Both are cyclic heptapeptide α-MSH analogs with the same seven-amino-acid sequence. The single structural difference is at the C-terminus: PT-141 ends in a carboxylic acid (-OH), while Melanotan 2 ends in an amide (-NH₂). PT-141 is the active metabolite of Melanotan 2 in vivo. Functionally, the substitution shifts receptor selectivity toward MC3R and MC4R while reducing MC1R engagement, meaning PT-141 retains the CNS-mediated sexual response profile while showing diminished pigmentation activity compared to its parent.

Is PT-141 naturally occurring?

No. PT-141 is fully synthetic, engineered as a stable cyclic analog of α-MSH, the natural 13-amino-acid melanocortin hormone. The structural modifications — D-phenylalanine substitution, norleucine for methionine, and the Asp-Lys lactam bridge — are non-natural and confer the metabolic stability that endogenous α-MSH lacks.

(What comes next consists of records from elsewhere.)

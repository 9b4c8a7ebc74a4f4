"""The command line: ``python -m server serve | migrate | demo | create-user | backup``.

Every setting comes from the environment (DATABASE_URL, SECRET_KEY ...)
through ``server.config.get_settings()``. Exit codes: 0 done, 1 failed
(the database could not be reached ...), 2 bad usage or a refusal.
"""

from __future__ import annotations

import argparse
import getpass
import os
import shlex
import sqlite3
import sys
from collections.abc import Callable, Iterator, Sequence
from contextlib import contextmanager
from pathlib import Path
from typing import TYPE_CHECKING

from pydantic import ValidationError
from sqlalchemy.engine import URL, make_url
from sqlalchemy.exc import OperationalError
from sqlalchemy.orm import Session

from server.accounts.models import Role
from server.common.errors import Conflict, InvalidInput
from server.config import Settings, get_settings

if TYPE_CHECKING:
    from server.demo import DemoSignIn

# The commands import the rest of the planner when they run, so `--help`, a
# usage error and the PostgreSQL backup advice answer at once.

EXIT_OK = 0
EXIT_FAILED = 1
EXIT_REFUSED = 2


class Refusal(Exception):
    """A request the command will not carry out; the message says why and what to do."""


class Failed(Exception):
    """The command ran and did not succeed; the message says what went wrong."""


def main(argv: Sequence[str] | None = None) -> int:
    parser = build_parser()
    args = parser.parse_args(argv)
    try:
        settings = get_settings()
    except ValidationError as error:
        messages = "; ".join(str(e["msg"]).removeprefix("Value error, ") for e in error.errors())
        print(f"error: the settings are not usable: {messages}", file=sys.stderr)
        return EXIT_REFUSED
    command: Callable[[argparse.Namespace, Settings], int] = args.run
    try:
        return command(args, settings)
    except Refusal as refusal:
        print(f"error: {refusal}", file=sys.stderr)
        return EXIT_REFUSED
    except Failed as failure:
        print(f"error: {failure}", file=sys.stderr)
        return EXIT_FAILED
    except OperationalError as error:
        print(
            f"error: cannot use the database at {_safe_url(settings.database_url)}: "
            f"{error.orig or error}",
            file=sys.stderr,
        )
        return EXIT_FAILED


def build_parser() -> argparse.ArgumentParser:
    parser = argparse.ArgumentParser(
        prog="python -m server",
        description="Emergency Lighting Retrofit Planner. Settings come from the environment "
        "(DATABASE_URL, SECRET_KEY, MODE ...; see DEVELOPERS.md).",
    )
    commands = parser.add_subparsers(title="commands", required=True, metavar="COMMAND")

    serve = commands.add_parser(
        "serve",
        help="serve the web app",
        description="Serve the web app with uvicorn on DATABASE_URL. Run `migrate` first.",
    )
    serve.add_argument("--host", default="127.0.0.1", help="address to listen on [127.0.0.1]")
    serve.add_argument("--port", type=int, default=8000, help="port to listen on [8000]")
    serve.add_argument(
        "--workers",
        type=_positive_int,
        default=1,
        help="worker processes [1]; more than one needs the same SECRET_KEY in every worker "
        "(set it, or let development mode keep one in ./var/)",
    )
    serve.set_defaults(run=run_serve)

    migrate = commands.add_parser(
        "migrate",
        help="bring the database schema up to date",
        description="Run the Alembic migrations up to the newest one (upgrade head) on "
        "DATABASE_URL. Safe to run again: a database already at head is left as it is.",
    )
    migrate.set_defaults(run=run_migrate)

    demo = commands.add_parser(
        "demo",
        help="load the demo scenario",
        description="Load the demo scenario (an invented firm, its users, a generic catalogue "
        "and a surveyed two-storey building) into an empty, migrated database, and print "
        "the demo sign-in. A database that already holds an organisation is refused.",
    )
    when_not_empty = demo.add_mutually_exclusive_group()
    when_not_empty.add_argument(
        "--force",
        action="store_true",
        help="load into a database that holds data: delete the demo firm (by its name) if it "
        "is there and load it again; other firms are never touched",
    )
    when_not_empty.add_argument(
        "--if-empty",
        action="store_true",
        help="load only when the database is empty; otherwise leave it and exit 0",
    )
    demo.set_defaults(run=run_demo)

    create_user = commands.add_parser(
        "create-user",
        help="add a user (password from standard input)",
        description="Add a user to an organisation, creating the organisation if it does not "
        "exist. The password is read from standard input (asked for on a terminal, otherwise "
        "the first line), never from the command line.",
    )
    create_user.add_argument("email", metavar="EMAIL", help="the user's email (their sign-in)")
    create_user.add_argument("--org", required=True, metavar="NAME", help="organisation name")
    create_user.add_argument(
        "--role",
        required=True,
        choices=[role.value for role in Role],
        help="what the user may do: surveyor < estimator < supervisor < admin",
    )
    create_user.add_argument("--name", default="", metavar="NAME", help="the user's full name")
    create_user.set_defaults(run=run_create_user)

    backup = commands.add_parser(
        "backup",
        help="copy the database safely while the app runs",
        description="SQLite: write a consistent copy of the database to PATH with SQLite's "
        "online backup (the app may keep running), then check the copy's integrity. "
        "PostgreSQL: print the pg_dump command to run instead.",
    )
    backup.add_argument("path", metavar="PATH", help="the new backup file (must not exist)")
    backup.set_defaults(run=run_backup)
    return parser


def _positive_int(text: str) -> int:
    try:
        value = int(text)
    except ValueError:
        raise argparse.ArgumentTypeError(f"{text!r} is not a whole number") from None
    if value < 1:
        raise argparse.ArgumentTypeError("give 1 or more")
    return value


def _safe_url(database_url: str) -> str:
    return make_url(database_url).render_as_string(hide_password=True)


@contextmanager
def _session(settings: Settings) -> Iterator[Session]:
    from server.db import make_engine, make_session_factory

    engine = make_engine(settings.database_url, busy_timeout_ms=settings.sqlite_busy_timeout_ms)
    try:
        with make_session_factory(engine)() as session:
            yield session
    finally:
        engine.dispose()


# --- serve -------------------------------------------------------------------


def run_serve(args: argparse.Namespace, settings: Settings) -> int:
    import uvicorn

    print(f"Serving the planner on http://{_url_host(args.host)}:{args.port}/ (Ctrl+C stops)")
    print(f"Database: {_safe_url(settings.database_url)}", flush=True)
    if args.workers > 1:
        uvicorn.run(
            "server.app:create_app",
            factory=True,
            host=args.host,
            port=args.port,
            workers=args.workers,
        )
    else:
        from server.app import create_app

        uvicorn.run(create_app(settings), host=args.host, port=args.port)
    return EXIT_OK


def _url_host(host: str) -> str:
    return f"[{host}]" if ":" in host else host


# --- migrate -----------------------------------------------------------------


def run_migrate(_args: argparse.Namespace, settings: Settings) -> int:
    from server import migrate

    migrate.upgrade(settings.database_url)
    print(f"Database {_safe_url(settings.database_url)} is up to date.")
    return EXIT_OK


# --- demo --------------------------------------------------------------------


def run_demo(args: argparse.Namespace, settings: Settings) -> int:
    from server import demo

    with _session(settings) as session:
        _require_migrated(session, settings.database_url)
        if not demo.database_is_empty(session=session):
            if args.if_empty:
                print("The database already holds data; the demo scenario was left as it is.")
                if demo.demo_org(session=session) is not None:
                    print(_sign_in_text(demo.demo_sign_in(), settings))
                return EXIT_OK
            if not args.force:
                raise Refusal(
                    "the database already holds data, so the demo scenario was not loaded. "
                    "Use an empty database, or add --force to replace the demo firm "
                    f"({demo.DEMO_ORG_NAME}) and nothing else."
                )
            if demo.delete_demo(session=session):
                print(f"Deleted the demo firm {demo.DEMO_ORG_NAME} and everything it owned.")
        try:
            sign_in = demo.load_demo(session=session)
        except Conflict as conflict:
            raise Refusal(f"{conflict.message} The demo scenario was not loaded.") from None
        session.commit()
    print(f"Loaded the demo scenario into {_safe_url(settings.database_url)}.")
    print(_sign_in_text(sign_in, settings))
    return EXIT_OK


def _require_migrated(session: Session, database_url: str) -> None:
    """Refuse a database whose schema is not the one this code needs."""
    from alembic.runtime.migration import MigrationContext
    from alembic.script import ScriptDirectory

    from server.migrate import alembic_config

    current = set(MigrationContext.configure(session.connection()).get_current_heads())
    needed = set(ScriptDirectory.from_config(alembic_config(database_url)).get_heads())
    if current != needed:
        at = ", ".join(sorted(current)) or "no schema yet"
        raise Refusal(
            f"the database is not up to date (at {at}; this version needs "
            f"{', '.join(sorted(needed))}): run `python -m server migrate` first."
        )


def _sign_in_text(sign_in: DemoSignIn, settings: Settings) -> str:
    width = max(len("password"), *(len(role.value) for role, _ in sign_in.users))
    lines = [
        f"Demo sign-in for {sign_in.org_name}",
        f"  {'open':<{width}}  {settings.public_base_url.rstrip('/')}/signin",
        *(f"  {role.value:<{width}}  {email}" for role, email in sign_in.users),
        f"  {'password':<{width}}  {sign_in.password}   (every demo user; demo data only)",
    ]
    return "\n".join(lines)


# --- create-user -------------------------------------------------------------


def run_create_user(args: argparse.Namespace, settings: Settings) -> int:
    from server.accounts import service as accounts

    password = _read_password()
    with _session(settings) as session:
        _require_migrated(session, settings.database_url)
        org = accounts.get_or_create_org(session=session, name=args.org.strip())
        try:
            user = accounts.create_user(
                session=session,
                org=org,
                email=args.email,
                password=password,
                role=Role(args.role),
                name=args.name,
            )
        except InvalidInput as invalid:
            raise Refusal(f"{invalid.field}: {invalid.message}; no user was created.") from None
        except Conflict as conflict:
            raise Refusal(f"{conflict.message} No user was created.") from None
        session.commit()
        print(f"Created {user.role} {user.email} in {org.name}.")
    return EXIT_OK


def _read_password() -> str:
    if sys.stdin.isatty():
        first = getpass.getpass("Password: ")
        if getpass.getpass("Password again: ") != first:
            raise Refusal("password: the two entries differ; no user was created.")
        return first
    line = sys.stdin.readline()
    if not line:
        raise Refusal("password: standard input was empty; send the password on one line.")
    return line.rstrip("\r\n")


# --- backup ------------------------------------------------------------------


def run_backup(args: argparse.Namespace, settings: Settings) -> int:
    url = make_url(settings.database_url)
    target = Path(args.path)
    if url.get_backend_name() == "postgresql":
        print(pg_dump_command(url, target))
        print(
            "Run it on a machine that reaches the server. The password is not printed: "
            "pg_dump asks for it, or reads PGPASSWORD or ~/.pgpass."
        )
        return EXIT_OK
    if url.get_backend_name() != "sqlite":
        raise Refusal(f"backup knows SQLite and PostgreSQL, not {url.get_backend_name()}.")
    source = Path(url.database or "")
    if not url.database or url.database == ":memory:":
        raise Refusal("an in-memory database cannot be backed up.")
    if not source.is_file():
        raise Refusal(f"there is no database file at {source}.")
    if target.exists():
        raise Refusal(f"{target} exists already; give a new file name.")
    if not target.parent.is_dir():
        raise Refusal(f"the folder {target.parent} does not exist.")
    size_bytes = backup_sqlite(source, target)
    print(f"Backed up {source} to {target} ({_size_text(size_bytes)}); integrity check: ok.")
    return EXIT_OK


def pg_dump_command(url: URL, target: Path) -> str:
    """The pg_dump command for a PostgreSQL URL, without its password."""
    parts = ["pg_dump", "--format=custom", f"--file={target}"]
    if url.host:
        parts.append(f"--host={url.host}")
    if url.port:
        parts.append(f"--port={url.port}")
    if url.username:
        parts.append(f"--username={url.username}")
    parts.append(f"--dbname={url.database or ''}")
    return shlex.join(parts)


def backup_sqlite(source: Path, target: Path) -> int:
    """Copy an SQLite database with its online backup API; return the copy's size.

    The copy is taken in one step inside one read transaction, so it is a
    consistent snapshot even while the app writes (in WAL mode writers go on
    meanwhile). It is written beside the target and renamed into place only
    once ``PRAGMA integrity_check`` has passed, so a failed backup leaves no
    file that looks like a good one.
    """
    partial = target.with_name(f".{target.name}.partial")
    partial.unlink(missing_ok=True)
    src = sqlite3.connect(f"{source.resolve().as_uri()}?mode=ro", uri=True)
    try:
        dst = sqlite3.connect(partial)
        try:
            src.backup(dst)
            # One self-contained file: no -wal beside the copy.
            dst.execute("PRAGMA journal_mode=DELETE")
            verdict = [row[0] for row in dst.execute("PRAGMA integrity_check")]
        finally:
            dst.close()
    finally:
        src.close()
    if verdict != ["ok"]:
        partial.unlink(missing_ok=True)
        raise Failed(f"the copy failed its integrity check ({'; '.join(verdict)}); none kept.")
    os.replace(partial, target)
    return target.stat().st_size


def _size_text(size_bytes: int) -> str:
    if size_bytes < 1024 * 1024:
        return f"{size_bytes / 1024:.1f} KiB"
    return f"{size_bytes / (1024 * 1024):.1f} MiB"


if __name__ == "__main__":
    try:
        sys.exit(main())
    except BrokenPipeError:
        # The reader went away (`... | head`): stop quietly, as shell tools do.
        os.dup2(os.open(os.devnull, os.O_WRONLY), sys.stdout.fileno())
        sys.exit(EXIT_FAILED)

What is the evidence base for PT-141?

PT-141 has one of the most developed evidence bases of any research-relevant melanocortin peptide. Phase 3 clinical trials in premenopausal women with hypoactive sexual desire disorder supported its 2019 FDA approval under the brand name Vyleesi. The preclinical literature spans more than two decades and includes published work in male and female sexual response, melanocortin receptor pharmacology, and pharmacokinetic characterization. Earlier-stage clinical work in male erectile dysfunction was also conducted, providing additional published data points.